Can they? Both QFT and GR are based on real numbers, and the Standard Model has twenty-odd free parameters which are real numbers and hence in principle can require infinitely many bits to be fully specified. (Or do you mean something else by “the currently proposed laws”?)
That's a very good point.
It is where S.I. strays from how we applied Occam's razor.
If you lack knowledge of any discrete behaviour, it seems reasonable to assume that function is continuous, as a more likely hypothesis than it is made of steps of some specific size. The S.I. would produce models that contain specific step size, with highest probability for the shortest representable step size.
edit: how the hell is that 'wrong'?
As long as our best model of the laws of physics includes the concept of Planck time (Planck length), doesn't that mean that time (space) is discrete and that any interval of time (length of space) can be viewed as an integer number of Planck times (Planck lengths)?

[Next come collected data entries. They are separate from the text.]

def spread_from_mapping(data: Mapping[str, Any], source: str = "uncertainty") -> SpreadSpec:
    """Build a :class:`SpreadSpec` from a mapping (the ``[uncertainty]`` table of a file).

    Parameters
    ----------
    data : mapping
        Keys ``heat_flow_sd`` (e.g. ``"5 mW/m^2"``), ``age_sd`` (``"5 Myr"``),
        ``gradient_sd`` (``"2 K/km"``), ``strain_rate_range`` (two rates, e.g.
        ``["1e-16 1/s", "1e-14 1/s"]``), ``friction_sd`` (number), ``pore_ratio_range``
        (two numbers), ``pore_ratio_sd`` (number), ``law_spread`` (true/false).
    source : str, optional
        Prefix of the field paths in error messages.

    Returns
    -------
    SpreadSpec

    Raises
    ------
    RheologyError
        Unknown key, missing units, wrong dimension or an impossible value; the message
        starts with the field path.
    """
    from rheology.units import to_si

    allowed = (
        *_SPREAD_QUANTITIES,
        *_SPREAD_NUMBERS,
        "strain_rate_range",
        "pore_ratio_range",
        "law_spread",
    )
    if not isinstance(data, Mapping):
        raise RheologyError(f"{source}: expected a table of spreads, got {data!r}")
    values: dict[str, Any] = {}
    for key, value in data.items():
        path = f"{source}.{key}"
        if key not in allowed:
            raise RheologyError(f"{path}: unknown key; expected one of {', '.join(allowed)}")
        if key in _SPREAD_QUANTITIES:
            unit, example = _SPREAD_QUANTITIES[key]
            values[key] = _quantity(value, unit, example, path, to_si)
        elif key == "strain_rate_range":
            if not isinstance(value, list | tuple) or len(value) != 2:
                raise RheologyError(
                    f'{path}: got {value!r}; expected two rates such as ["1e-16 1/s", "1e-14 1/s"]'
                )
            values[key] = tuple(
                _quantity(v, "1/s", "1e-16 1/s", f"{path}[{i}]", to_si) for i, v in enumerate(value)
            )
        elif key == "pore_ratio_range":
            if (
                not isinstance(value, list | tuple)
                or len(value) != 2
                or not all(_finite(v) for v in value)
            ):
                raise RheologyError(
                    f"{path}: got {value!r}; expected two plain numbers such as [0.3, 0.45]"
                )
            values[key] = (float(value[0]), float(value[1]))
        elif key == "law_spread":
            values[key] = value
        else:
            if not _finite(value):
                raise RheologyError(f"{path}: got {value!r}; expected a plain number such as 0.05")
            values[key] = float(value)
    try:
        return SpreadSpec(**values)
    except RheologyError as exc:
        raise RheologyError(f"{source}.{exc}") from None


def _quantity(value, unit, example, path, to_si) -> float:
    if not isinstance(value, str):
        raise RheologyError(
            f"{path}: got {value!r}; expected a string with units such as {example!r}"
        )
    return float(to_si(value, unit, path, nonnegative=True))


def load_spread(path) -> SpreadSpec:
    """Read the ``[uncertainty]`` table of a TOML file into a :class:`SpreadSpec`.

    Parameters
    ----------
    path : str or os.PathLike
        A TOML file with an ``[uncertainty]`` table (see :func:`spread_from_mapping`).

    Returns
    -------
    SpreadSpec

    Raises
    ------
    RheologyError
        Unreadable or malformed file, no ``[uncertainty]`` table, or an invalid value.
    """
    import pathlib

    path = pathlib.Path(path)
    try:
        data = tomllib.loads(path.read_text(encoding="utf-8"))
    except FileNotFoundError:
        raise RheologyError(f"{path}: no such spread file") from None
    except (OSError, UnicodeDecodeError) as exc:
        raise RheologyError(f"{path}: cannot read the spread file ({exc})") from None
    except tomllib.TOMLDecodeError as exc:
        raise RheologyError(f"{path}: malformed TOML ({exc})") from None
    if "uncertainty" not in data:
        raise RheologyError(
            f"{path}: no [uncertainty] table; expected e.g. [uncertainty] "
            'with heat_flow_sd = "5 mW/m^2"'
        )
    return spread_from_mapping(data["uncertainty"], source=f"{path}: uncertainty")


# -------------------------------------------------------------------------- sampling


@dataclass(frozen=True)
class SampledInput:
    """One sampled input: its values in every realisation [SI] and how they were drawn.

    ``key`` names the input (``"surface_heat_flow"``, ``"strain_rate"``,
    ``"friction_scale"``, ``"pore_pressure_ratio"`` or ``"law:<law id>:<parameter>"``
    with parameter ``log10_A`` (an offset in dex from the published value), ``n``, ``Q``
    or ``V``); ``unit`` is the display unit and ``scale`` its size in SI.
    """

    key: str
    label: str
    unit: str
    scale: float
    values: np.ndarray
    nominal: float
    distribution: str

    def display(self, value: float) -> float:
        """``value`` [SI] in the display unit."""
        return value / self.scale


@dataclass(frozen=True)
class Draws:
    """The sampled inputs of a run, turned into batch-engine variations on demand."""

    scenario: Scenario
    inputs: tuple[SampledInput, ...]
    size: int

    def columns(self, index=slice(None)) -> dict[str, np.ndarray]:
        """Sampled values by input key, for the realisations in ``index``."""
        return {item.key: item.values[index] for item in self.inputs}

    def variation(self, index=slice(None)) -> Variation:
        """The :class:`rheology.envelope.Variation` of the realisations in ``index``."""
        size = len(range(self.size)[index])
        return variation_from_columns(self.scenario, self.columns(index), size)


def published_stress_unit(law) -> float:
    """Size [Pa] of the stress unit in which the law's pre-factor A was published.

    Parameters
    ----------
    law : rheology.library.FlowLaw

    Returns
    -------
    float
        1e6 for ``"1.1e-4 MPa^-4 s^-1"``; 1e6 (MPa, the usual unit of laboratory fits)
        when the published text shows no stress unit.
    """
    match = _PUBLISHED_STRESS_UNIT.search(law.A_published or "")
    return _STRESS_UNITS[match.group(1)] if match else _DEFAULT_PIVOT


def variation_from_columns(
    scenario: Scenario, columns: Mapping[str, np.ndarray], size: int
) -> Variation:
    """A :class:`rheology.envelope.Variation` from per-realisation input columns [SI].

    Parameters
    ----------
    scenario : Scenario
    columns : mapping
        Input key (see :class:`SampledInput`) -> values, shape (size,).
    size : int
        Number of realisations R.

    Returns
    -------
    Variation

    Notes
    -----
    A law's n is varied with its pre-factor held fixed in the stress unit it was
    published in (S, e.g. 1 MPa): ``A_SI = A_SI,0 10^dlog10A S^-(n - n_0)``, because
    the published A and n come from one fit of stress in S. Holding A fixed in Pa^-n
    instead would pivot the law about 1 Pa and change creep strengths by orders of
    magnitude for a small change of n. A law used in several layers is one draw.
    """
    geotherm = {key: np.asarray(columns[key], float) for key in _GEOTHERM_INPUTS if key in columns}
    laws = {}
    for i, layer in enumerate(scenario.layers):
        for j, law in enumerate(layer.rock.laws):
            given = {p: columns.get(f"law:{law.id}:{p}") for p in _LAW_PARAMETERS}
            if all(value is None for value in given.values()):
                continue
            entry = {}
            factor = np.ones(size)
            if given["log10_A"] is not None:
                factor = factor * 10.0 ** np.asarray(given["log10_A"], float)
            if given["n"] is not None:
                n = np.asarray(given["n"], float)
                entry["n"] = n
                factor = factor * published_stress_unit(law) ** (law.n - n)
            if given["log10_A"] is not None or given["n"] is not None:
                entry["A"] = law.A * factor
            for p in ("Q", "V"):
                if given[p] is not None:
                    entry[p] = np.asarray(given[p], float)
            laws[(i, j)] = entry

    def pick(key):
        return None if key not in columns else np.asarray(columns[key], float)

    return Variation(
        size=size,
        strain_rate=pick("strain_rate"),
        geotherm=geotherm,
        pore_pressure_ratio=pick("pore_pressure_ratio"),
        friction_scale=pick("friction_scale"),
        laws=laws,
    )


def minimum_heat_flow(scenario: Scenario) -> float:
    """Lowest surface heat flow [W/m^2] for which the scenario's geotherm stays possible.

    Parameters
    ----------
    scenario : Scenario

    Returns
    -------
    float
        For ``layered-steady``: the heat produced between the surface and ``max_depth``
        (below it the flux would turn negative, heat flowing down); for
        ``exponential-heat``: H0 h_r (a negative mantle heat flow otherwise); 0 else.
    """
    g = scenario.geotherm
    if g.kind == "exponential-heat":
        return g.surface_heat_production * g.decay_depth  # q0 >= H0 h_r
    if g.kind != "layered-steady":
        return 0.0
    tops = scenario.layer_tops
    bases = np.append(tops[1:], np.inf)  # the last layer extends downwards
    inside = np.clip(np.minimum(bases, scenario.max_depth) - tops, 0.0, None)
    return float(np.sum([ly.heat_production for ly in scenario.layers] * inside))


def _normal(rng, mean, sd, size, label, *, above=None, at_least=None):
    """Normal draws, redrawn (truncated normal) until all are above / at least a limit."""
    values = rng.normal(mean, sd, size)
    for _ in range(_MAX_REDRAWS):
        bad = np.zeros(size, bool)
        if above is not None:
            bad |= values <= above
        if at_least is not None:
            bad |= values < at_least
        if not bad.any():
            return values
        values[bad] = rng.normal(mean, sd, int(bad.sum()))
    limit = above if above is not None else at_least
    raise RheologyError(
        f"{label}: a normal spread with mean {mean:g} and sd {sd:g} (SI) puts "
        f"almost no draws above the physical limit {limit:g}; expected a "
        "spread that keeps most values possible (narrow it)"
    )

We don't have anything remotely like a well-established theory of quantum gravity yet, so we don't know. Anyway, lack of observable frequency dispersion in photons from GRBs suggests space-time is not discrete at the Planck scale.[http://www.nature.com/nature/journal/v462/n7271/edsumm/e091119-06.html]
Doesn't quite work like this so far, maybe there will be some good discrete model but so far the Plank length is not a straightforward discrete unit, not like cell in game of life. More interesting still is why reals have been so useful (and not just reals, but also complex numbers, vectors, tensors, etc. which you can build out of reals but which are algebraic objects in their own right).
't Hooft has been quite successful in defining QM in terms of discrete cellular automata, taking "successful" to mean that he has reproduced an impressive amount of quantum theory from such a humble foundation.
This is answered quite trivially by simple analogy: second-order logics are more expressive than first-order logics, allowing us to express propositions more succinctly. And so reals and larger numeric abstractions allow some shortcuts that we wouldn't be able to get away with when modelling with less powerful abstractions.
This is also true of modern computers. This time is merely ignored with various hardware tricks to make sure things happen around the time we want them to happen. What it eventually comes down to is the order in which the inputs arrive at each neuron, regardless of how long it took to get there, and the order in which they come out, regardless of how long they take once sent, which in turn decides the order in which other neurons will get their inputs, and so forth.
You could very easily simulate any brain on an infinitely fast UTM by simply having the algorithm take that into account. (Hell, an infinitely fast UTM could simulate everything about the brain, including external stimuli and quantum effects, so it could be made infinitely accurate to the point of being the brain itself)